• **Problem to work on**
For this exercise, please find the lines in the entries that include the word "derive" and copy them.

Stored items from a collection

· · · · · · ·

impl Page<'_> {
    /// Pixels at the design size scaled to this image.
    #[allow(clippy::cast_possible_truncation, reason = "pixel sizes")]
    fn px(&self, design: f64) -> f32 {
        (design * self.layout.unit) as f32
    }

    fn margin(&self) -> f32 {
        self.px(super::metrics::MARGIN).round()
    }

    #[allow(clippy::cast_precision_loss, reason = "image widths are at most 8192")]
    fn page_width(&self) -> f32 {
        self.layout.width as f32
    }

    /// Top of the footer (the map's bottom edge).
    #[allow(clippy::cast_possible_truncation, reason = "pixel coordinates")]
    fn footer_top(&self) -> f32 {
        (self.layout.map.top + self.layout.map.height) as f32
    }

    fn regular(&self, size: f64, rgb: [u8; 3]) -> TextStyle<'_> {
        TextStyle {
            font: &self.fonts.regular,
            size: self.px(size),
            rgb,
        }
    }

    /// Title (bold, shrunk down to 75% and then cut with an ellipsis when too long) and
    /// subtitle.
    pub(super) fn header(&self, pixmap: &mut Pixmap, title: &str, subtitle: &str) {
        let left = self.margin();
        let room = self.page_width() - 2.0 * left;
        let mut style = TextStyle {
            font: &self.fonts.bold,
            size: self.px(self.style.text.title_size),
            rgb: self.style.colours.ink.0,
        };
        let natural = style.width(title);
        if natural > room {
            style.size *= (room / natural).max(0.75);
        }
        style.draw(pixmap, left, self.px(62.0), &style.fit(title, room));
        let sub = self.regular(self.style.text.subtitle_size, self.style.colours.ink_soft.0);
        sub.draw(pixmap, left, self.px(95.0), &sub.fit(subtitle, room));
    }

    /// The colour bar with its label, breaks and (when outliers are shown) the outline key.
    pub(super) fn colour_legend(
        &self,
        pixmap: &mut Pixmap,
        label: &str,
        colormap: Colormap,
        scale: Scale,
        ticks: &Ticks,
        outlier_key: bool,
    ) {
        let top = self.footer_top();
        let left = self.margin();
        let room = self.page_width() - 2.0 * left;
        let bar_w = self.px(420.0).min(room * 0.45).round();
        let bar_h = self.px(14.0).round().max(6.0);
        let bar_top = (top + self.px(52.0)).round();

        let (ink_soft, ink_quiet) = (
            self.style.colours.ink_soft.0,
            self.style.colours.ink_quiet.0,
        );
        let caption = self.regular(self.style.text.label_size, ink_soft);
        let text = match scale {
            Scale::Linear | Scale::Ratio => label.to_owned(),
            Scale::Log => format!("{label} (log scale)"),
        };
        caption.draw(
            pixmap,
            left,
            top + self.px(40.0),
            &caption.fit(&text, room * 0.62),
        );

        // One-pixel columns sampled at their centres: the bar shows the table itself, opaque.
        #[allow(
            clippy::cast_possible_truncation,
            clippy::cast_sign_loss,
            reason = "bar width is a few hundred pixels"
        )]
        let columns = bar_w as u32;
        for i in 0..columns {
            let t = (f64::from(i) + 0.5) / f64::from(columns);
            #[allow(clippy::cast_precision_loss, reason = "small pixel offsets")]
            let x = left + i as f32;
            if let Some(r) = Rect::from_xywh(x, bar_top, 1.0, bar_h) {
                let mut p = paint(colormap.rgb(t), 1.0);
                p.anti_alias = false;
                pixmap.fill_rect(r, &p, Transform::identity(), None);
            }
        }
        if let Some(r) = Rect::from_xywh(left + 0.5, bar_top + 0.5, bar_w - 1.0, bar_h - 1.0) {
            stroke_path(
                pixmap,
                &PathBuilder::from_rect(r),
                &paint(ink_quiet, 0.6),
                1.0,
            );
        }

        let tick_style = self.regular(self.style.text.tick_size, ink_soft);
        let tick_len = self.px(5.0).max(3.0);
        let label_baseline = bar_top + bar_h + tick_len + self.px(17.0);
        let gap = self.px(8.0);
        let mut last_right = f32::NEG_INFINITY;
        for &v in &ticks.values {
            #[allow(clippy::cast_possible_truncation, reason = "pixel offsets")]
            let x = (left + (scale.position(v, ticks.max) as f32) * bar_w).round();
            let text = ticks.label(scale, v);
            let w = tick_style.width(&text);
            // Labels are centred on their tick, kept inside the bar's span, never overlapping.
            let lx = (x - w / 2.0).clamp(left - w / 2.0, left + bar_w - w / 2.0);
            if lx < last_right + gap {
                continue;
            }
            last_right = lx + w;
            if let Some(r) =
                Rect::from_xywh(x.min(left + bar_w - 1.0), bar_top + bar_h, 1.0, tick_len)
            {
                pixmap.fill_rect(r, &paint(ink_quiet, 1.0), Transform::identity(), None);
            }
            tick_style.draw(pixmap, lx, label_baseline, &text);
        }

        if outlier_key {
            self.outlier_key(
                pixmap,
                left + bar_w + self.px(44.0),
                bar_top + bar_h / 2.0,
                colormap,
            );
        }
    }

    /// A sample hexagon outlined as outliers are, and its label.
    fn outlier_key(&self, pixmap: &mut Pixmap, cx: f32, cy: f32, colormap: Colormap) {
        let r = self.px(13.0);
        let mut pb = PathBuilder::new();
        for k in 0..6u8 {
            let a = std::f32::consts::FRAC_PI_3 * f32::from(k) + std::f32::consts::FRAC_PI_6;
            let (x, y) = (cx + r * a.cos(), cy + r * a.sin());
            if k == 0 {
                pb.move_to(x, y);
            } else {
                pb.line_to(x, y);
            }
        }
        pb.close();
        let Some(hex) = pb.finish() else {
            return;
        };
        // A colour from the map's upper part: for a diverging map, clearly above the middle.
        let sample = if colormap.is_diverging() { 0.85 } else { 0.55 };
        pixmap.fill_path(
            &hex,
            &paint(colormap.rgb(sample), self.style.cells.opacity),
            FillRule::Winding,
            Transform::identity(),
            None,
        );
        let (halo, core) = outline_widths(self.style, self.layout.unit);
        #[allow(clippy::cast_possible_truncation, reason = "stroke widths")]
        let (halo, core) = (halo as f32, core as f32);
        let look = &self.style.outliers;
        stroke_path(pixmap, &hex, &paint(look.halo.0, 1.0), halo);
        stroke_path(pixmap, &hex, &paint(look.colour.0, 1.0), core);
        let style = self.regular(self.style.text.label_size, self.style.colours.ink_soft.0);
        style.draw(
            pixmap,
            cx + r + self.px(14.0),
            cy + self.px(6.0),
            "outlier cell",
        );
    }

    /// A two-part bar of a round length at the map's middle latitude, right-aligned under the
    /// map; when the map spans many degrees of latitude (Mercator scale varies) the label says
    /// where it holds.
    pub(super) fn scale_bar(&self, pixmap: &mut Pixmap) {
        let map = &self.layout.map;
        let metres_per_px = map.metres_per_px();
        let room = f64::from(self.page_width() - 2.0 * self.margin());
        let max_px = (room * 0.22).min(260.0 * self.layout.unit);
        let Some((metres, mut label)) = scale_bar_length(metres_per_px * max_px) else {
            return;
        };
        let top_lat = super::mercator_lat(map.origin_y);
        let bottom_lat = super::mercator_lat(map.origin_y + map.height / map.px_per_unit);
        if top_lat - bottom_lat > 4.0 {
            let lat = map.centre_lat();
            let hemisphere = if lat < 0.0 { 'S' } else { 'N' };
            label = format!("{label} at {:.0}° {hemisphere}", lat.abs());
        }
        #[allow(clippy::cast_possible_truncation, reason = "pixel lengths")]
        let length = (metres / metres_per_px).round() as f32;
        let right = self.page_width() - self.margin();
        let left = right - length;
        let top = self.footer_top();
        let bar_top = (top + self.px(52.0) + self.px(4.0)).round();
        let bar_h = self.px(7.0).round().max(4.0);
        let half = (length / 2.0).round();
        let ink_soft = self.style.colours.ink_soft.0;
        for (x, w, rgb) in [
            (left, half, ink_soft),
            (left + half, length - half, self.style.colours.paper.0),
        ] {
            if let Some(r) = Rect::from_xywh(x, bar_top, w, bar_h) {
                pixmap.fill_rect(r, &paint(rgb, 1.0), Transform::identity(), None);
            }
        }
        if let Some(r) = Rect::from_xywh(left + 0.5, bar_top + 0.5, length - 1.0, bar_h - 1.0) {
            stroke_path(
                pixmap,
                &PathBuilder::from_rect(r),
                &paint(ink_soft, 1.0),
                1.0,
            );
        }
        let style = self.regular(self.style.text.label_size, ink_soft);
        style.draw_right(pixmap, right, top + self.px(40.0), &label);
    }

    /// "© OpenStreetMap contributors" at the bottom right, on the row of the legend's breaks.
    pub(super) fn attribution(&self, pixmap: &mut Pixmap) {
        let style = self.regular(self.style.text.tick_size, self.style.colours.ink_quiet.0);
        let right = self.page_width() - self.margin();
        let baseline = self.footer_top() + self.px(52.0 + 14.0 + 5.0 + 17.0);
        style.draw_right(pixmap, right, baseline, ATTRIBUTION);
    }
}
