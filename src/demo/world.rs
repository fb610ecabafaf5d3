//! The scenario's map state with full history semantics: every node, way and relation with its
//! current version, tags and visibility, a coarse spatial index for picking nearby objects, and
//! [`Session`], the only way the diff period changes the map. A session applies one changeset's
//! edits (version + 1 each, deleted ways take their orphaned nodes with them), writes each edit
//! to the day's osmChange file and keeps the changeset's bounding box and change count.

use super::geography::P;
use super::people::User;
use super::sample::mix;
use super::xml::DiffWriter;
use super::DemoError;
use crate::model::Op;
use std::collections::HashMap;

/// First snapshot node id; new nodes continue after the snapshot's.
pub(super) const NODE_BASE: i64 = 50_000_000_000;
/// First snapshot way id.
pub(super) const WAY_BASE: i64 = 5_000_000_000;
/// First snapshot relation id.
pub(super) const REL_BASE: i64 = 600_000_000;

/// Per-element history metadata.
#[derive(Debug, Clone, Copy)]
pub(super) struct Meta {
    pub version: u32,
    pub ts: i64,
    pub cs: i64,
    pub user: u32,
}

/// Tags in the order they are written.
pub(super) type Tags = Vec<(String, String)>;

/// Builds [`Tags`] from string pairs.
pub(super) fn tags(pairs: &[(&str, &str)]) -> Tags {
    pairs
        .iter()
        .map(|(k, v)| ((*k).to_owned(), (*v).to_owned()))
        .collect()
}

/// Sets or replaces one tag.
pub(super) fn set_tag(t: &mut Tags, k: &str, v: &str) {
    match t.iter_mut().find(|(key, _)| key == k) {
        Some(slot) => v.clone_into(&mut slot.1),
        None => t.push((k.to_owned(), v.to_owned())),
    }
}

/// The value of a tag.
pub(super) fn tag<'a>(t: &'a Tags, k: &str) -> Option<&'a str> {
    t.iter().find(|(key, _)| key == k).map(|(_, v)| v.as_str())
}

/// What an element is, for picking candidates.
#[derive(Debug, Clone, Copy, PartialEq, Eq)]
pub(super) enum Kind {
    /// An untagged node of a way.
    Vertex,
    /// A tagged stand-alone node (amenity, small shop, bench ...).
    Poi,
    /// A shop on the town's main street.
    Shop,
    /// A buoy or light, legitimately in the water.
    Seamark,
    /// A `place=*` node.
    Place,
    Building,
    Street,
    Path,
    Landuse,
    /// An untagged way that is a multipolygon member.
    Outline,
}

· · · · · · ·

• **Exercise answer**
#[derive(Debug, Clone, Copy)]
#[derive(Debug, Clone, Copy, PartialEq, Eq)]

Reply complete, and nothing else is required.